The House of Representatives has begun the move to end the conflicts and rivalry between security, anti-graft and safety outfits in Nigeria with amendments to the laws establishing the military, paramilitary, and agencies.

One of the bills passed for the second reading on July 14 is to create community police, while another will subject the activities of officers and men of the Nigeria Police Force to judicial review.

These are part of the eight amendment bills recommended by the House Special Ad Hoc Committee on National Security chaired by the Speaker, Femi Gbajabiamila.

During the nationwide protests against police brutality and human rights abuses, codenamed #EndSARS, the House had announced its partnership with the Nigerian Bar Association and civil society organisations towards creating a new law to guide the operations of the Nigeria Police Force.
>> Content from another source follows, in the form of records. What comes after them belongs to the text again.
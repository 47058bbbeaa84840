//! Share, save and print: the link, a QR code of it, the saved scenarios, and the printed plan.
//!
//! In parts: [`link`] (copy, system share, print, QR code), [`saved`] (the saved-scenario list)
//! and [`file`] (export and import). The saved scenarios themselves are held by one hook,
//! [`library::use_library`], the only code that writes them to storage.

mod file;
mod library;
mod link;
mod saved;

use crate::core::formats::qr::QrSvg;
use crate::ui::state::{Action, State};
use file::LibraryFile;
use library::use_library;
use link::LinkActions;
use saved::SavedList;
use std::rc::Rc;
use yew::prelude::*;

/// Properties of the share panel.
#[derive(Properties, PartialEq, Clone)]
pub struct ShareProps {
    pub state: Rc<State>,
    pub dispatch: Callback<Action>,
    /// Opens the print dialog.
    pub on_print: Callback<()>,
    /// The scenario's link and its QR code, computed once by the app.
    pub link: AttrValue,
    pub qr: Rc<Option<QrSvg>>,
}

/// The share panel.
#[function_component(SharePanel)]
pub fn share_panel(props: &ShareProps) -> Html {
    let library = use_library();
    let on_status = {
        let library = library.clone();
        Callback::from(move |message: String| library.tell(message))
    };
    html! {
        <section class="panel" id="share" aria-labelledby="share-title">
            <h2 id="share-title">{ "Share, save and print" }</h2>
            <LinkActions link={props.link.clone()} qr={props.qr.clone()} name={props.state.plan.scenario.name.clone()}
                on_print={props.on_print.clone()} {on_status} />
            if let Some(message) = library.status() { <p class="status" role="status">{ message.to_string() }</p> }
            { for library.messages().iter().map(|m| html! { <p class="error" role="alert">{ m.clone() }</p> }) }
            <SavedList state={props.state.clone()} dispatch={props.dispatch.clone()} library={library.clone()} />
            <LibraryFile {library} />
        </section>
    }
}
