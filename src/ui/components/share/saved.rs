//! The saved-scenario list: save the current scenario, and open, rename, duplicate or delete a
//! saved one.

use super::library::LibraryHandle;
use crate::core::contract::scenario::RawScenario;
use crate::core::formats::library::SavedScenario;
use crate::ui::browser;
use crate::ui::state::{Action, State};
use std::rc::Rc;
use web_sys::HtmlInputElement;
use yew::prelude::*;

/// The scenario being renamed (its id) and the new name typed so far.
type Renaming = Option<(String, String)>;

/// Properties of the saved-scenario list.
#[derive(Properties, PartialEq, Clone)]
pub struct SavedListProps {
    pub state: Rc<State>,
    pub dispatch: Callback<Action>,
    pub library: LibraryHandle,
}

/// The save form and the list of saved scenarios.
#[function_component(SavedList)]
pub fn saved_list(props: &SavedListProps) -> Html {
    let save_name = use_state(String::new);
    // At most one row is renamed, and one asks to confirm its deletion, at a time.
    let renaming = use_state(|| Renaming::None);
    let confirm_delete = use_state(|| Option::<String>::None);

    let state = &props.state;
    let on_save_name = {
        let save_name = save_name.clone();
        Callback::from(move |e: InputEvent| save_name.set(e.target_unchecked_into::<HtmlInputElement>().value()))
    };
    let on_save = {
        let library = props.library.clone();
        let save_name = save_name.clone();
        let query = state.raw.to_query();
        let default_name = state.plan.scenario.name.clone();
        Callback::from(move |e: SubmitEvent| {
            e.prevent_default();
            let wanted = if save_name.trim().is_empty() {
                &default_name
            } else {
                &*save_name
            };
            library.save(wanted, &query);
            save_name.set(String::new());
        })
    };
    let scenarios = props.library.scenarios();
    html! {
        <>
            <h3>{ "Saved scenarios" }</h3>
            <form class="save-form" onsubmit={on_save}>
                <label for="save-name">{ "Save the current scenario as" }</label>
                <input id="save-name" type="text" maxlength="120" placeholder={state.plan.scenario.name.clone()} value={(*save_name).clone()} oninput={on_save_name} />
                <button type="submit" id="save-scenario">{ "Save" }</button>
            </form>
            if scenarios.is_empty() {
                <p class="note">{ "Nothing saved yet. Saved scenarios stay in this browser; export them to move them to another device." }</p>
            } else {
                <ul class="saved-list">
                    { for scenarios.iter().map(|s| html! {
                        <SavedRow scenario={s.clone()} library={props.library.clone()} dispatch={props.dispatch.clone()}
                            renaming={renaming.clone()} confirm_delete={confirm_delete.clone()} />
                    }) }
                </ul>
            }
        </>
    }
}

/// Properties of one saved scenario's row.
#[derive(Properties, PartialEq, Clone)]
pub struct SavedRowProps {
    pub scenario: SavedScenario,
    pub library: LibraryHandle,
    pub dispatch: Callback<Action>,
    /// The list's rename in progress, if any.
    pub renaming: UseStateHandle<Renaming>,
    /// The id of the scenario whose deletion awaits confirmation, if any.
    pub confirm_delete: UseStateHandle<Option<String>>,
}

/// One saved scenario: its name and date (or the rename form), and its actions.
#[function_component(SavedRow)]
pub fn saved_row(props: &SavedRowProps) -> Html {
    let s = &props.scenario;
    let id = s.id.clone();
    let renaming = &props.renaming;
    let confirm_delete = &props.confirm_delete;

    let on_open = {
        let dispatch = props.dispatch.clone();
        let library = props.library.clone();
        let query = s.query.clone();
        let name = s.name.clone();
        Callback::from(move |_| {
            dispatch.emit(Action::Load(RawScenario::from_query(&query)));
            library.tell(format!("Opened “{name}”."));
        })
    };
    let on_duplicate = {
        let library = props.library.clone();
        let id = id.clone();
        Callback::from(move |_| library.duplicate(&id))
    };
    let on_delete = {
        let library = props.library.clone();
        let confirm_delete = confirm_delete.clone();
        let id = id.clone();
        Callback::from(move |_| {
            if confirm_delete.as_deref() == Some(id.as_str()) {
                confirm_delete.set(None);
                library.delete(&id);
            } else {
                confirm_delete.set(Some(id.clone()));
            }
        })
    };
    let on_rename_start = {
        let renaming = renaming.clone();
        let id = id.clone();
        let name = s.name.clone();
        Callback::from(move |_| renaming.set(Some((id.clone(), name.clone()))))
    };
    let editing = renaming.as_ref().is_some_and(|(rid, _)| *rid == id);
    let confirming = confirm_delete.as_deref() == Some(id.as_str());
    html! {
        <li class="saved" data-saved-id={id.clone()}>
            if editing {
                <RenameForm id={id.clone()} library={props.library.clone()} renaming={renaming.clone()} />
            } else {
                <span class="saved-name">{ s.name.clone() }</span>
                <span class="saved-date">{ browser::local_date_of(&s.saved) }</span>
            }
            <span class="saved-actions">
                <button type="button" class="open" onclick={on_open}>{ "Open" }</button>
                <button type="button" class="rename-start" onclick={on_rename_start}>{ "Rename" }</button>
                <button type="button" class="duplicate" onclick={on_duplicate}>{ "Duplicate" }</button>
                <button type="button" class={classes!("delete", confirming.then_some("confirming"))} onclick={on_delete}>
                    { if confirming { "Confirm delete" } else { "Delete" } }
                </button>
            </span>
        </li>
    }
}

/// Properties of the rename form of one row.
#[derive(Properties, PartialEq, Clone)]
pub struct RenameProps {
    /// The id of the scenario being renamed.
    pub id: AttrValue,
    pub library: LibraryHandle,
    pub renaming: UseStateHandle<Renaming>,
}

/// The new name of a saved scenario, typed in place of its name.
#[function_component(RenameForm)]
pub fn rename_form(props: &RenameProps) -> Html {
    let id = props.id.to_string();
    let renaming = &props.renaming;
    // The name typed so far; every keystroke renders again, so submitting takes the latest.
    let text = renaming.as_ref().map(|(_, t)| t.clone()).unwrap_or_default();
    let on_rename = {
        let library = props.library.clone();
        let renaming = renaming.clone();
        let id = id.clone();
        let text = text.clone();
        Callback::from(move |e: SubmitEvent| {
            e.prevent_default();
            renaming.set(None);
            library.rename(&id, &text);
        })
    };
    let on_text = {
        let renaming = renaming.clone();
        let id = id.clone();
        Callback::from(move |e: InputEvent| {
            renaming.set(Some((
                id.clone(),
                e.target_unchecked_into::<HtmlInputElement>().value(),
            )))
        })
    };
    let input_id = format!("rename-{id}");
    html! {
        <form class="rename" onsubmit={on_rename}>
            <label class="sr-only" for={input_id.clone()}>{ "New name" }</label>
            <input id={input_id} type="text" value={text} maxlength="120" oninput={on_text} />
            <button type="submit">{ "Rename" }</button>
        </form>
    }
}
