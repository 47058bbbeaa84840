//! The scenario's link: copy it, hand it to the system share sheet, print the plan, or scan its
//! QR code.

use crate::core::formats::qr::QrSvg;
use crate::ui::browser;
use std::rc::Rc;
use yew::prelude::*;

/// Properties of the link actions.
#[derive(Properties, PartialEq, Clone)]
pub struct LinkProps {
    /// The scenario's link and its QR code, computed once by the app.
    pub link: AttrValue,
    pub qr: Rc<Option<QrSvg>>,
    /// The scenario's name, the title of a system share.
    pub name: AttrValue,
    /// Opens the print dialog.
    pub on_print: Callback<()>,
    /// Shows a line in the panel's status.
    pub on_status: Callback<String>,
}

/// Copy, share and print buttons beside the QR code.
#[function_component(LinkActions)]
pub fn link_actions(props: &LinkProps) -> Html {
    let on_copy = {
        let link = props.link.clone();
        let on_status = props.on_status.clone();
        Callback::from(move |_| {
            on_status.emit(if browser::copy_text(&link) {
                "Link copied.".to_string()
            } else {
                format!("Copy this link: {link}")
            });
        })
    };
    let on_share = {
        let link = props.link.clone();
        let name = props.name.clone();
        Callback::from(move |_| {
            browser::share_link(if name.is_empty() { "Sharpfield scenario" } else { &name }, &link);
        })
    };
    let on_print = props.on_print.reform(|_: MouseEvent| ());
    html! {
        <div class="share-row">
            <div class="share-actions">
                <button type="button" id="copy-link" onclick={on_copy}>{ "Copy link" }</button>
                if browser::can_share() { <button type="button" id="share-link" onclick={on_share}>{ "Share…" }</button> }
                <button type="button" id="print-plan" onclick={on_print}>{ "Print flight plan" }</button>
            </div>
            if let Some(qr) = &*props.qr {
                <figure class="qr">
                    <svg class="qr-code" viewBox={format!("0 0 {0} {0}", qr.size)} role="img" aria-label="QR code of this scenario's link" shape-rendering="crispEdges">
                        <rect width={qr.size.to_string()} height={qr.size.to_string()} class="qr-light" />
                        <path d={qr.path.clone()} class="qr-dark" />
                    </svg>
                    <figcaption>{ "Scan to open this scenario on another device." }</figcaption>
                </figure>
            }
        </div>
    }
}
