/// Every key of the contract, in the order a query is written and errors are listed.
pub const INPUTS: &[Input] = &[
    Input {
        key: "v",
        label: "Contract version",
        ..INPUTS_BASE
    },
    Input {
        key: "name",
        label: "Scenario name",
        unit: "",
        kind: Kind::Text {
            max_chars: NAME_MAX_CHARS,
            get: |s| &s.name,
            set: |s, v| s.name = v,
        },
        ..INPUTS_BASE
    },
    number("sw", "Sensor width", "mm", SENSOR, plain!(sensor_width_mm))
        .or(13.2)
        .required()
        .feeds(PIXEL_PITCH),
    number("sh", "Sensor height", "mm", SENSOR, plain!(sensor_height_mm))
        .or(8.8)
        .required()
        .feeds(&[]),
    number("cols", "Image width", "pixels", PIXELS, count!(cols))
        .or(5472.0)
        .whole()
        .required()
        .feeds(PIXEL_PITCH),
    number("rows", "Image height", "pixels", PIXELS, count!(rows))
        .or(3648.0)
        .whole()
        .required()
        .feeds(&[]),
    number("focal", "Focal length", "mm", (0.5, 5000.0), plain!(focal_mm))
        .or(8.8)
        .required()
        .feeds(&[
            "aperture_m",
            "gsd_m",
            "gsd_ground_m",
            "sampling_m",
            "px_per_m",
            "diffraction_m",
        ]),
    number("fnum", "f-number", "", (0.5, 64.0), plain!(f_number))
        .or(4.0)
        .required()
        .feeds(&["aperture_m", "diffraction_m", "q"]),
    number("wl", "Wavelength", "nm", (200.0, 20_000.0), plain!(wavelength_nm))
        .or(550.0)
        .feeds(&["diffraction_m", "r0_m", "turbulence_m", "q"]),
    number("h", "Height above the ground", "m", (0.1, 20_000.0), plain!(height_m))
        .or(80.0)
        .required()
        .imperial(FEET)
        .feeds(GEOMETRY),
    number(
        "gd",
        "Ground distance to the target",
        "m",
        (0.0, 100_000.0),
        NumberSlot {
            get: |s| match s.offset {
                Offset::GroundDistance(g) => Some(g),
                Offset::Tilt(_) => None,
            },
            set: |s, v| s.offset = Offset::GroundDistance(v),
        },
    )
    .or(0.0)
    .imperial(FEET)
    .feeds(GEOMETRY),
    number(
        "tilt",
        "Tilt from straight down",
        "degrees",
        (0.0, 85.0),
        NumberSlot {
            get: |s| match s.offset {
                Offset::Tilt(t) => Some(t),
                Offset::GroundDistance(_) => None,
            },
            set: |s, v| s.offset = Offset::Tilt(v),
        },
    )
    .conflicts(
        "gd",
        "Give either the ground distance (gd) or the tilt, not both; the ground distance is used.",
    )
    .feeds(GEOMETRY),
    number(
        "tht",
        "Target height above its ground",
        "m",
        (0.0, 10_000.0),
        optional!(target_height_m),
    )
    .imperial(FEET)
    .feeds(GEOMETRY),
    number(
        "refk",
        "Refraction factor of the Earth's radius",
        "",
        (0.5, 100.0),
        optional!(earth_k),
    )
    .feeds(GEOMETRY),
    Input {
        key: "air",
        label: "Turbulence profile",
        unit: "",
        kind: Kind::Choice {
            words: &AirModel::WORDS,
            default: Some(0),
            unset: "",
            get: |s| Some(s.air as usize),
            set: |s, i| s.air = AirModel::ALL.get(i).copied().unwrap_or_default(),
        },
        ..INPUTS_BASE
    }
    .feeds(TURBULENCE),
    number(
        "cn2",
        "Cn² at 1 m above the ground",
        "m^-2/3",
        (1e-18, 1e-11),
        plain!(cn2_at_1m),
    )
    .or(1e-14)
    .feeds(TURBULENCE),
    number("cexp", "Cn² height exponent", "", (-3.0, 0.0), plain!(cn2_exponent))
        .or(-4.0 / 3.0)
        .feeds(TURBULENCE),
    number("speed", "Speed", "m/s", (0.0, 150.0), plain!(speed_mps))
        .or(0.0)
        .imperial(MPH)
        .feeds(&["motion_m"]),
    number("shutter", "Exposure time", "s", (1e-6, 10.0), plain!(shutter_s))
        .or(0.001)
        .fraction()
        .feeds(&["exposure_s", "motion_m"]),
    number(
        "rate",
        "Camera turning rate during the exposure",
        "°/s",
        (0.0, 360.0),
        plain!(turn_rate_deg_s),
    )
    .or(0.0)
    .feeds(&["motion_m"]),
    number(
        "tspeed",
        "Target speed across the view",
        "m/s",
        (0.0, 150.0),
        plain!(target_speed_mps),
    )
    .or(0.0)
    .imperial(MPH)
    .feeds(&["motion_m"]),
    number(
        "obsc",
        "Central obscuration of the lens",
        "",
        (0.0, 0.89),
        plain!(obscuration),
    )
    .or(0.0)
    .feeds(CHAIN),
    number("wfe", "Wavefront error (rms)", "waves", (0.0, 0.25), plain!(wfe_waves))
        .or(0.0)
        .feeds(CHAIN),
    number("fill", "Pixel fill factor", "", (0.1, 1.0), plain!(fill))
        .or(1.0)
        .feeds(CHAIN),
    number(
        "jitter",
        "Line-of-sight jitter (rms)",
        "µrad",
        (0.0, 10_000.0),
        plain!(jitter_urad),
    )
    .or(0.0)
    .feeds(&[
        "motion_m",
        "grd_m",
        "rer_along",
        "rer_across",
        "rer",
        "overshoot",
        "niirs",
    ]),
    number(
        "snr",
        "Contrast signal-to-noise ratio",
        "",
        (1.0, 1000.0),
        optional!(snr),
    )
    .feeds(CHAIN),
    number(
        "aw",
        "Area width (across the lines)",
        "m",
        (1.0, 100_000.0),
        optional!(survey.area_width_m),
    )
    .imperial(FEET),
    number(
        "al",
        "Area length (along the lines)",
        "m",
        (1.0, 100_000.0),
        optional!(survey.area_length_m),
    )
    .imperial(FEET),
    number("fo", "Front overlap", "%", OVERLAP, plain!(survey.front_overlap_pct)).or(75.0),
    number("so", "Side overlap", "%", OVERLAP, plain!(survey.side_overlap_pct)).or(65.0),
    number(
        "need",
        "Smallest detail to resolve",
        "m",
        (0.0001, 1000.0),
        optional!(need_m),
    )
    .imperial(INCHES),
    number(
        "needgsd",
        "Required GSD on the target's plane",
        "m",
        (0.0001, 1000.0),
        optional!(need_gsd_m),
    )
    .imperial(INCHES),
    Input {
        key: "tplane",
        label: "Target plane",
        unit: "",
        kind: Kind::Choice {
            words: &["ground", "upright"],
            default: None,
            unset: "the plane follows the view (the ground from the air, upright for a camera looking across)",
            get: |s| s.target_plane.map(|p| p as usize),
            set: |s, i| s.target_plane = [TargetPlane::Ground, TargetPlane::Upright].get(i).copied(),
        },
        ..INPUTS_BASE
    },
    number(
        "tdim",
        "Target critical dimension",
        "m",
        (0.01, 10_000.0),
        optional!(target_m),
    )
    .imperial(FEET),
    Input {
        key: "cdm",
        label: "Critical-dimension model",
        unit: "",
        kind: Kind::Choice {
            words: &["1d", "2d"],
            default: Some(1),
            unset: "",
            get: |s| Some(s.cd_model as usize),
            set: |s, i| s.cd_model = [CdModel::OneD, CdModel::TwoD].get(i).copied().unwrap_or_default(),
        },
        ..INPUTS_BASE
    },
    number(
        "trig",
        "Shortest interval between photos",
        "s",
        INTERVAL,
        plain!(survey.trigger_s),
    )
    .or(2.0),
    number(
        "endur",
        "Usable flight time per battery",
        "min",
        (1.0, 600.0),
        plain!(survey.endurance_min),
    )
    .or(25.0),
    number(
        "turn",
        "Time per turn between lines",
        "s",
        INTERVAL,
        plain!(survey.turn_s),
    )
    .or(10.0),
    number("mb", "Size of one photo", "MB", (0.0, 2000.0), plain!(survey.photo_mb)).or(10.0),
    number(
        "blur",
        "Motion-blur budget",
        "pixels",
        (0.05, 10.0),
        plain!(survey.blur_budget_px),
    )
    .or(0.5),
    number(
        "lat",
        "Survey origin latitude",
        "degrees",
        (-89.0, 89.0),
        optional!(survey.latitude_deg),
    ),
    number(
        "lon",
        "Survey origin longitude",
        "degrees",
        (-180.0, 180.0),
        optional!(survey.longitude_deg),
    ),
    number(
        "hdg",
        "Flight-line heading",
        "degrees from north",
        (0.0, 360.0),
        plain!(survey.heading_deg),
    )
    .or(0.0),
    Input {
        key: "relief",
        label: "Ground height under the block",
        unit: "m from take-off",
        kind: Kind::Span {
            min: -10_000.0,
            max: 10_000.0,
            get: |s| s.survey.relief_m,
            set: |s, v| s.survey.relief_m = Some(v),
        },
        ..INPUTS_BASE
    },
    number(
        "wind",
        "Wind speed (the speed above is then through the air)",
        "m/s",
        (0.0, 60.0),
        plain!(survey.wind_mps),
    )
    .or(0.0)
    .imperial(MPH)
    .feeds(WIND),
    number(
        "wdir",
        "Wind from",
        "degrees from north",
        (0.0, 360.0),
        plain!(survey.wind_from_deg),
    )
    .or(0.0)
    .feeds(WIND),
    Input {
        key: "field",
        label: "Survey boundary",
        unit: "",
        kind: Kind::Text {
            max_chars: FIELD_MAX_CHARS,
            get: |s| &s.field,
            set: |s, v| s.field = v,
        },
        ..INPUTS_BASE
    },
    Input {
        key: "when",
        label: "Date and time",
        unit: "",
        kind: Kind::Moment {
            get: |s| s.when,
            set: |s, t| s.when = Some(t),
        },
        ..INPUTS_BASE
    }
    .feeds(LIGHT),
    Input {
        key: "sky",
        label: "Sky",
        unit: "",
        kind: Kind::Choice {
            words: &["clear", "partly", "overcast"],
            default: Some(0),
            unset: "",
            get: |s| Some(s.sky as usize),
            set: |s, i| {
                s.sky = [Sky::Clear, Sky::PartlyCloudy, Sky::Overcast]
                    .get(i)
                    .copied()
                    .unwrap_or_default()
            },
        },
        ..INPUTS_BASE
    }
    .feeds(LIGHT),
    number(
        "lux",
        "Illuminance on the ground",
        "lx",
        (0.01, 200_000.0),
        optional!(lux),
    )
    .feeds(LIGHT),
    number("refl", "Mean scene reflectance", "", (0.01, 1.0), plain!(reflectance))
        .or(0.18)
        .feeds(LIGHT),
    Input {
        key: "expmode",
        label: "Exposure mode",
        unit: "",
        kind: Kind::Choice {
            words: &["set", "auto"],
            default: Some(0),
            unset: "",
            get: |s| Some(usize::from(s.auto_exposure)),
            set: |s, i| s.auto_exposure = i == 1,
        },
        ..INPUTS_BASE
    }
    .feeds(LIGHT),
    number("iso", "ISO speed", "", (25.0, 409_600.0), plain!(iso))
        .or(100.0)
        .feeds(LIGHT),
    number(
        "baseiso",
        "Base ISO of the sensor",
        "",
        (25.0, 3200.0),
        optional!(base_iso),
    )
    .feeds(SIGNAL),
    number(
        "fw",
        "Full-well capacity",
        "electrons",
        (100.0, 1_000_000.0),
        optional!(full_well_e),
    )
    .feeds(SIGNAL),
    number("rn", "Read noise", "electrons", (0.0, 100.0), optional!(read_noise_e)).feeds(SIGNAL),
    number(
        "fmin",
        "Widest aperture of the lens",
        "f-number",
        (0.5, 64.0),
        optional!(widest_f_number),
    ),
    Input {
        key: "units",
        label: "Display units",
        unit: "",
        kind: Kind::Choice {
            words: &UNIT_WORDS,
            default: Some(0),
            unset: "",
            get: |s| Some(s.units as usize),
            set: |s, i| s.units = Units::ALL.get(i).copied().unwrap_or_default(),
        },
        plural: true,
        ..INPUTS_BASE
    },
];
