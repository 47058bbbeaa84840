//! The library file: export every saved scenario to a JSON file, or import one.

use super::library::LibraryHandle;
use crate::ui::browser;
use web_sys::HtmlInputElement;
use yew::prelude::*;

/// Properties of the export and import buttons.
#[derive(Properties, PartialEq, Clone)]
pub struct LibraryFileProps {
    pub library: LibraryHandle,
}

/// Export and import of the saved scenarios.
#[function_component(LibraryFile)]
pub fn library_file(props: &LibraryFileProps) -> Html {
    // The file being read; dropping the reader would cancel it.
    let reader = use_mut_ref(|| Option::<gloo::file::callbacks::FileReader>::None);
    let on_export = {
        let library = props.library.clone();
        Callback::from(move |_| {
            browser::download("sharpfield-scenarios.json", "application/json", &library.to_json());
        })
    };
    let on_import = {
        let library = props.library.clone();
        Callback::from(move |e: Event| {
            let input: HtmlInputElement = e.target_unchecked_into();
            let library = library.clone();
            let task = browser::read_chosen_file(
                &input,
                Box::new(move |_, text| match text {
                    Some(text) => library.import(&text),
                    None => library.tell("The file could not be read.".to_string()),
                }),
            );
            if task.is_some() {
                *reader.borrow_mut() = task;
            }
        })
    };
    html! {
        <div class="library-actions">
            <button type="button" id="export-scenarios" onclick={on_export}>{ "Export all to a file" }</button>
            <label class="file-label" for="import-scenarios">{ "Import from a file" }</label>
            <input id="import-scenarios" type="file" accept=".json,application/json" onchange={on_import} />
        </div>
    }
}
Gbajabiamila, at the plenary on October 7, 2020, spoke on the illegal activities of the disbanded Special Anti-Robbery Squad of the NPF, stating that the police could no longer police themselves. He, therefore, proposed the deletion of the part of the constitution that protected the police from judicial review.

He stressed that it was time for the parliament to step in, proposing the amendment of laws that prevent interference in the affairs of the police, particularly Section 215(5) of the constitution.

Section 215 partly reads, “(3) The president or such other minister of the government of the federation as he may authorise in that behalf may give to the Inspector-General of Police such lawful directions with respect to the maintenance and securing of public safety and public order as he may consider necessary, and the Inspector-General of Police shall comply with those directives or cause them to be complied with.”

The bills, which were introduced following the House’s Special Summit on National Security held earlier in May, are also to address the crisis often caused by the overlapping mandates among the various security-related agencies.

The House, on July 13, 2021, considered and adopted the report from the summit, while Gbajabiamila, on the same day, presented the report to the President, Major General Muhammadu Buhari (retd), for prosecution.

Parts of the legislation are titled ‘A Bill for an Act to Enable Effect to be Given in the Federal Republic of Nigeria to the ECOWAS Convention on Small Arms and Light Weapons, their Ammunition and Other Related Materials made in Abuja, Nigeria on the 14 June, 2006,’ and ‘A Bill for an Act to Amend the Civil Defence Corps Act No. 6 of 2007 to Institutionalise Collaboration Between the Corps and Relevant Security Agencies to Strengthen its Complementary Role in the Maintenance of Public Law and Order.’